Come over and rent for a few months while you look around. You can bring your cats. Renting is much cheaper in Spain and there is rarely a problem with pets.

Don't worry about integrating. The Spanish (in my experience anyway) are really friendly and welcoming, especially if you are learning their language. Ask at your local town hall about language classes and "intercambios" where you can do a language exchange with someone learning English. Or just go to your local bar regularly for coffee or lunch, and ask some open questions about the area and local services - there isn't a problem with women going into bars on their own - you'll soon make friends. Volunteering at an animal refuge is another way to meet people.


----------



## Pesky Wesky (May 10, 2009)

Maella seems to be a place attracting a lot of people who want to buy land/ farms. Use the search facility to find Maella and you'll find a really long thread


----------



## The Skipper (Nov 26, 2014)

GrantWicks said:


> Dear Forum,
> 
> I am looking for any help, advice or anything else you want to throw into the mix. My partner and I are looking to relocate to Spain, somewhere in the Ontinyent/Gandia area. What should we be looking for or watching out for when we look at houses. The type of house we want to buy is a rural farm house/finca with some land attached to grow crops. What Estate Agents do people recommend?
> 
> ...


We rented in Ontinyent for a couple of months before buying a house with land in the mountains near Alcoy, about half an hour away. Loshildickos are quite good agents and the boss, Julian, is English. This is his website: Loshildickos Inmobiliaria.
There is a finca with 500 olive trees for sale close to where I live: Take a look at the website: Farm In The Sun - Farmhouse For Sale in Cocentaina Spain. As far as life after Brexit goes, this is what Prime Minister Theresa May told the press last week: “I want to be able to guarantee the legal status of EU nationals who are living in the UK, and I am confident that we will be able to do that. But we must also win the same rights for British nationals living in European countries, and it will be an early negotiating objective for the Government to achieve those things together”. Let's hope she sticks to her word!


----------



## GrantWicks (Jul 12, 2016)

Wow! Impressed by your quick responses. What great and friendly suggestions and comments. I want to move now! The house is sold - will be moving out in 2 weeks so fortunately we will be cash buyers. I have spend the afternoon on AirBnB looking for short term/medium term rents. Does anyone know of anyone who can put up two homeless people and two little cats!?!


----------



## The Skipper (Nov 26, 2014)

GrantWicks said:


> Wow! Impressed by your quick responses. What great and friendly suggestions and comments. I want to move now! The house is sold - will be moving out in 2 weeks so fortunately we will be cash buyers. I have spend the afternoon on AirBnB looking for short term/medium term rents. Does anyone know of anyone who can put up two homeless people and two little cats!?!
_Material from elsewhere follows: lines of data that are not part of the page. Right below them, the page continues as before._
/**
 * The current result as the files the command line writes: JSON (the --json document) and CSV rows
 * with the same columns as `retarda orient --csv` / `retarda profile --csv`, through src/report/csv.ts.
 */
import type { OrientResult, ProfileResult } from '../../src/analyses/index.ts';
import { toCsv } from '../../src/report/csv.ts';
import { orientCsvRow, profileCsvRow, profileBinRows } from '../../src/report/rows.ts';

export { orientCsvRow, profileCsvRow, profileBinRows } from '../../src/report/rows.ts';

export const orientCsv = (r: OrientResult) => toCsv([orientCsvRow(r)]);
export const profileCsv = (r: ProfileResult) => toCsv([profileCsvRow(r)]);
export const profileBinsCsv = (r: ProfileResult) => toCsv(profileBinRows(r));

/** The command line that gives the same numbers for the same file (shown beside the results). */
export function orientCommandLine(name: string, o: { sigmaPx: number; weighting: string; axisDeg: number | null }): string {
  return ['retarda orient', quote(name), `--sigma ${o.sigmaPx}`, `--weighting ${o.weighting}`, ...(o.axisDeg !== null ? [`--axis-deg ${o.axisDeg}`] : [])].join(' ');
}

export function profileCommandLine(name: string, o: { sigmaPx: number; weighting: string; bins: number; stations: number; coreMax: number; skinMin: number }, walls: string | null): string {
  const w = walls ? `--walls "${walls}"` : '--auto-walls';
  return ['retarda profile', quote(name), w, `--sigma ${o.sigmaPx}`, `--weighting ${o.weighting}`, `--bins ${o.bins}`, `--stations ${o.stations}`, `--core-max ${o.coreMax}`, `--skin-min ${o.skinMin}`].join(' ');
}

const quote = (s: string) => (/^[\w.\-/]+$/.test(s) ? s : `"${s.replace(/"/g, '\\"')}"`);

/** Walls as the CLI's --walls text, "x1,y1,x2,y2;x3,y3,x4,y4". */
export const wallsText = (walls: { x1: number; y1: number; x2: number; y2: number }[]) => walls.map((s) => [s.x1, s.y1, s.x2, s.y2].map((v) => String(Math.round(v * 10) / 10)).join(',')).join(';');

/** Starts a download of text as a file. */
export function download(name: string, text: string, type: string): void {
  const url = URL.createObjectURL(new Blob([text], { type }));
  const a = document.createElement('a');
  a.href = url; a.download = name;
  document.body.appendChild(a); a.click(); a.remove();
  setTimeout(() => URL.revokeObjectURL(url), 10_000);
}
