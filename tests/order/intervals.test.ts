import { describe, it, expect } from 'vitest';
import { fiellerInterval, fQuantile2 } from '../../src/order/index.ts';
import { normalQuantile, studentTQuantile as studentQuantile } from '../../src/common/distributions.ts';

describe('distribution quantiles behind the intervals', () => {
  it('studentQuantile matches the published two-sided 95 % t table', () => {
    // NIST/SEMATECH e-Handbook of Statistical Methods, Table 1.3.6.7.2 (upper critical values of t, alpha = 0.025).
    const table: [number, number][] = [[1, 12.706], [2, 4.303], [3, 3.182], [4, 2.776], [5, 2.571], [8, 2.306], [10, 2.228], [20, 2.086], [30, 2.042], [100, 1.984]];
    for (const [df, t] of table) expect(Math.abs(studentQuantile(0.975, df) - t), `df ${df}`).toBeLessThan(2e-3);
  });

  it('normalQuantile gives the standard normal points', () => {
    // Same handbook, Table 1.3.6.7.1: z(0.975) = 1.960, z(0.995) = 2.576, z(0.95) = 1.645.
    expect(normalQuantile(0.975)).toBeCloseTo(1.95996, 4);
    expect(normalQuantile(0.995)).toBeCloseTo(2.57583, 4);
    expect(normalQuantile(0.95)).toBeCloseTo(1.64485, 4);
    expect(normalQuantile(0.025)).toBeCloseTo(-1.95996, 4);
  });

  it('fQuantile2 matches the published F table for 2 numerator degrees of freedom', () => {
    // Same handbook, Table 1.3.6.7.3 (upper 5 % points of F): F(2, 5) = 5.786, F(2, 10) = 4.103, F(2, 30) = 3.316.
    expect(fQuantile2(0.95, 5)).toBeCloseTo(5.786, 2);
    expect(fQuantile2(0.95, 10)).toBeCloseTo(4.103, 2);
    expect(fQuantile2(0.95, 30)).toBeCloseTo(3.316, 2);
  });
});

describe('fiellerInterval', () => {
  it('solves (a - R b)^2 = t^2 (se_a^2 + R^2 se_b^2) at both ends and holds a / b', () => {
    // Closed form of Fieller's theorem: both limits satisfy the quadratic with equality.
    const [a, sa, b, sb, df] = [0.6, 0.05, 0.4, 0.04, 12];
    const [lo, hi] = fiellerInterval(a, sa, b, sb, df)!;
    const t = studentQuantile(0.975, df);
    for (const R of [lo, hi]) expect((a - R * b) ** 2 - t * t * (sa * sa + R * R * sb * sb)).toBeCloseTo(0, 10);
    expect(lo).toBeLessThan(a / b);
    expect(hi).toBeGreaterThan(a / b);
  });

  it('gives no interval when the denominator is not clearly away from 0', () => {
    expect(fiellerInterval(0.6, 0.05, 0.05, 0.04, 12)).toBeNull();
  });
});
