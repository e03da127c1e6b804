/** The current view as a picture (the PNG export and the report's figure), and the printable report. */
import { useCallback, useMemo, useState } from 'react';
import { reportContent, type ReportContent } from './reportContent.ts';
import { viewPicturePng, type ViewPictureInput } from './viewPicture.ts';
import { stationDrawing } from '../components/stationMarks.ts';
import { calibrationWords, type Calibration } from '../setups/calibration.ts';
import type { Sessions } from '../session/useSessions.ts';
import type { Analysis } from '../analysis/useAnalysis.ts';

export function useReport(sessions: Sessions, analysis: Analysis, calibration: Calibration) {
  const [printable, setPrintable] = useState<{ content: ReportContent; view: { imageId: string; url: string } | null } | null>(null);
  const { session } = sessions;
  const { shown, active, mode, opacity, drawing, showOptical, opticalHere } = analysis;
  const work = active ? session?.work[active.id] ?? null : null;
  const profile = work?.profile ?? null;
  // The stations of a profile along the channel, drawn on the image to match the station table (the profile was
  // made with these walls, so they passed channelFrame's checks already).
  const stationLines = useMemo(() => (profile && profile.stations.length > 1 ? stationDrawing(profile) : null), [profile]);

  /** The current view as the PNG export draws it (image, shown overlay, walls, scale bar, colour key). */
  const viewPicture = (): ViewPictureInput | null => {
    if (!shown || !active || shown.imageId !== active.id) return null;
    const overlay = mode === 'colour' ? (showOptical ? opticalHere!.colour : shown.colour) : mode === 'coherency' ? (showOptical ? opticalHere!.confidence : shown.coherency) : null;
    const what = overlay ? (mode === 'colour' ? `orientation${showOptical ? ` (${opticalHere!.label})` : `, σ ${session?.settings.sigmaPx} px`}` : showOptical ? 'confidence' : 'coherency') : 'image';
    return {
      image: shown.image, overlay, overlayKind: overlay ? (mode === 'colour' ? 'orientation' : 'coherency') : null, opacity,
      imageWidth: shown.summary.width, imageHeight: shown.summary.height,
      pixelSizeUmPerPx: calibration.umPerPx,
      walls: work?.walls?.walls ?? null, stations: drawing ? null : stationLines, caption: `${active.name}: ${what}; ${calibrationWords(calibration)}`,
    };
  };

  /** A displayable copy of a stored image for the report (browsers show PNG and JPEG, not TIFF). */
  const pictureOf = useCallback(async (id: string): Promise<string | null> => {
    const rec = await sessions.store.image(id);
    return rec && /png|jpe?g/i.test(rec.type || rec.name) ? URL.createObjectURL(rec.blob) : null;
  }, [sessions.store]);

  const openReport = async () => {
    const s = sessions.sessionRef.current;
    if (!s) return;
    await sessions.keeping.flush();
    const pic = viewPicture();
    let view: { imageId: string; url: string } | null = null;
    if (pic && active) {
      try { view = { imageId: active.id, url: URL.createObjectURL(await viewPicturePng(pic)) }; } catch { view = null; }
    }
    setPrintable({ content: reportContent(s), view });
  };

  const closeReport = () => { if (printable?.view) URL.revokeObjectURL(printable.view.url); setPrintable(null); };

  return { printable, viewPicture, pictureOf, openReport, closeReport, stationLines };
}

export type Report = ReturnType<typeof useReport>;
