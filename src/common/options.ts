/**
 * Defaults overlaid by the given options, skipping keys whose value is undefined (a CLI or form that
 * leaves an option out passes undefined, which must not erase the default).
 */
export function withDefaults<D extends object>(defaults: D, given: Partial<Record<keyof D, unknown>> | object = {}): D {
  const out = { ...defaults } as Record<string, unknown>;
  for (const [k, v] of Object.entries(given)) if (v !== undefined) out[k] = v;
  return out as D;
}
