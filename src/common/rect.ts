import { InputError } from './errors.ts';

/**
 * A rectangle in image pixels: `x`, `y` of the top-left pixel (x to the right, y down, the top-left pixel's centre
 * at 0,0), `width` and `height` in px. The one rectangle of the project: sample-free areas, regions, readout
 * rectangles, tiles' parts.
 */
export interface Rect { x: number; y: number; width: number; height: number }

/**
 * Parses "x,y,w,h": whole pixels, the corner at or right of and below 0,0, each side at least 1 px.
 * `what` names the rectangle in the message (an option such as "--sample-free", or a form field).
 * @throws InputError saying how to write it
 */
export function parseRect(text: string, what = 'rectangle'): Rect {
  const parts = text.split(',').map((s) => s.trim());
  const v = parts.map(Number);
  if (parts.length !== 4 || parts.some((p) => p === '') || v.some((n) => !Number.isInteger(n)) || v[0] < 0 || v[1] < 0 || v[2] < 1 || v[3] < 1) {
    throw new InputError(`${what} "${text}" is not x,y,w,h in whole pixels`, 'Give the top-left corner and then the width and height, e.g. "10,10,50,40"');
  }
  return { x: v[0], y: v[1], width: v[2], height: v[3] };
}

/** The rectangle as the command line and the forms write it: "x,y,w,h". */
export const rectText = (r: Rect): string => `${r.x},${r.y},${r.width},${r.height}`;

/** @throws InputError when the rectangle reaches outside a width x height image */
export function checkRectInside(r: Rect, width: number, height: number, what = 'rectangle'): void {
  if (r.x < 0 || r.y < 0 || r.x + r.width > width || r.y + r.height > height) {
    throw new InputError(`${what} ${rectText(r)} reaches outside the ${width}x${height} image`, 'Pick a rectangle inside the image');
  }
}

/**
 * Mask (1 inside) of a rectangle clipped to the image, its edges rounded to whole pixels (fractional rectangles,
 * such as a camera readout's region in analysed pixels, are allowed).
 * @throws InputError when nothing of it lies inside the image
 */
export function rectMask(r: Rect, width: number, height: number, what = 'region'): Uint8Array {
  const x0 = Math.max(0, Math.round(r.x)), y0 = Math.max(0, Math.round(r.y));
  const x1 = Math.min(width, Math.round(r.x + r.width)), y1 = Math.min(height, Math.round(r.y + r.height));
  if (r.width <= 0 || r.height <= 0 || x1 <= x0 || y1 <= y0) {
    throw new InputError(`${what} ${r.x},${r.y},${r.width},${r.height} lies outside the ${width}x${height} image`, 'Give a rectangle inside the image');
  }
  const m = new Uint8Array(width * height);
  for (let y = y0; y < y1; y++) m.fill(1, y * width + x0, y * width + x1);
  return m;
}
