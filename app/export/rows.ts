/**
 * The current result as the files the command line writes: JSON (the --json document) and CSV rows
 * with the same columns as `retarda orient --csv` / `retarda profile --csv`, through src/report/csv.ts.
 */
import type { OrientResult, ProfileResult } from '../../src/analyses/index.ts';
import { toCsv } from '../../src/report/index.ts';
import { orientCsvRow, profileCsvRow, profileBinRows } from '../../src/report/index.ts';

export { orientCsvRow, profileCsvRow, profileBinRows } from '../../src/report/index.ts';

export const orientCsv = (r: OrientResult) => toCsv([orientCsvRow(r)]);
export const profileCsv = (r: ProfileResult) => toCsv([profileCsvRow(r)]);
export const profileBinsCsv = (r: ProfileResult) => toCsv(profileBinRows(r));

/** Starts a download of text as a file. */
export function download(name: string, text: string, type: string): void {
  const url = URL.createObjectURL(new Blob([text], { type }));
  const a = document.createElement('a');
  a.href = url; a.download = name;
  document.body.appendChild(a); a.click(); a.remove();
  setTimeout(() => URL.revokeObjectURL(url), 10_000);
}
This web site is very good for rentals: https://www.idealista.com/alquiler-viviendas/ontinyent-valencia/
Also, we rented our temporary home in Ontinyent through Loshildickos (see earlier post).


----------



## Horlics (Sep 27, 2011)

My advice, take your time. Rent while you find the property that suits you. That farmhouse at 350k is 150k over-priced, you'll find something that gives you the same lifestyle for much less. Be smart, take some time.


----------



## The Skipper (Nov 26, 2014)

Horlics said:


> My advice, take your time. Rent while you find the property that suits you. That farmhouse at 350k is 150k over-priced, you'll find something that gives you the same lifestyle for much less. Be smart, take some time.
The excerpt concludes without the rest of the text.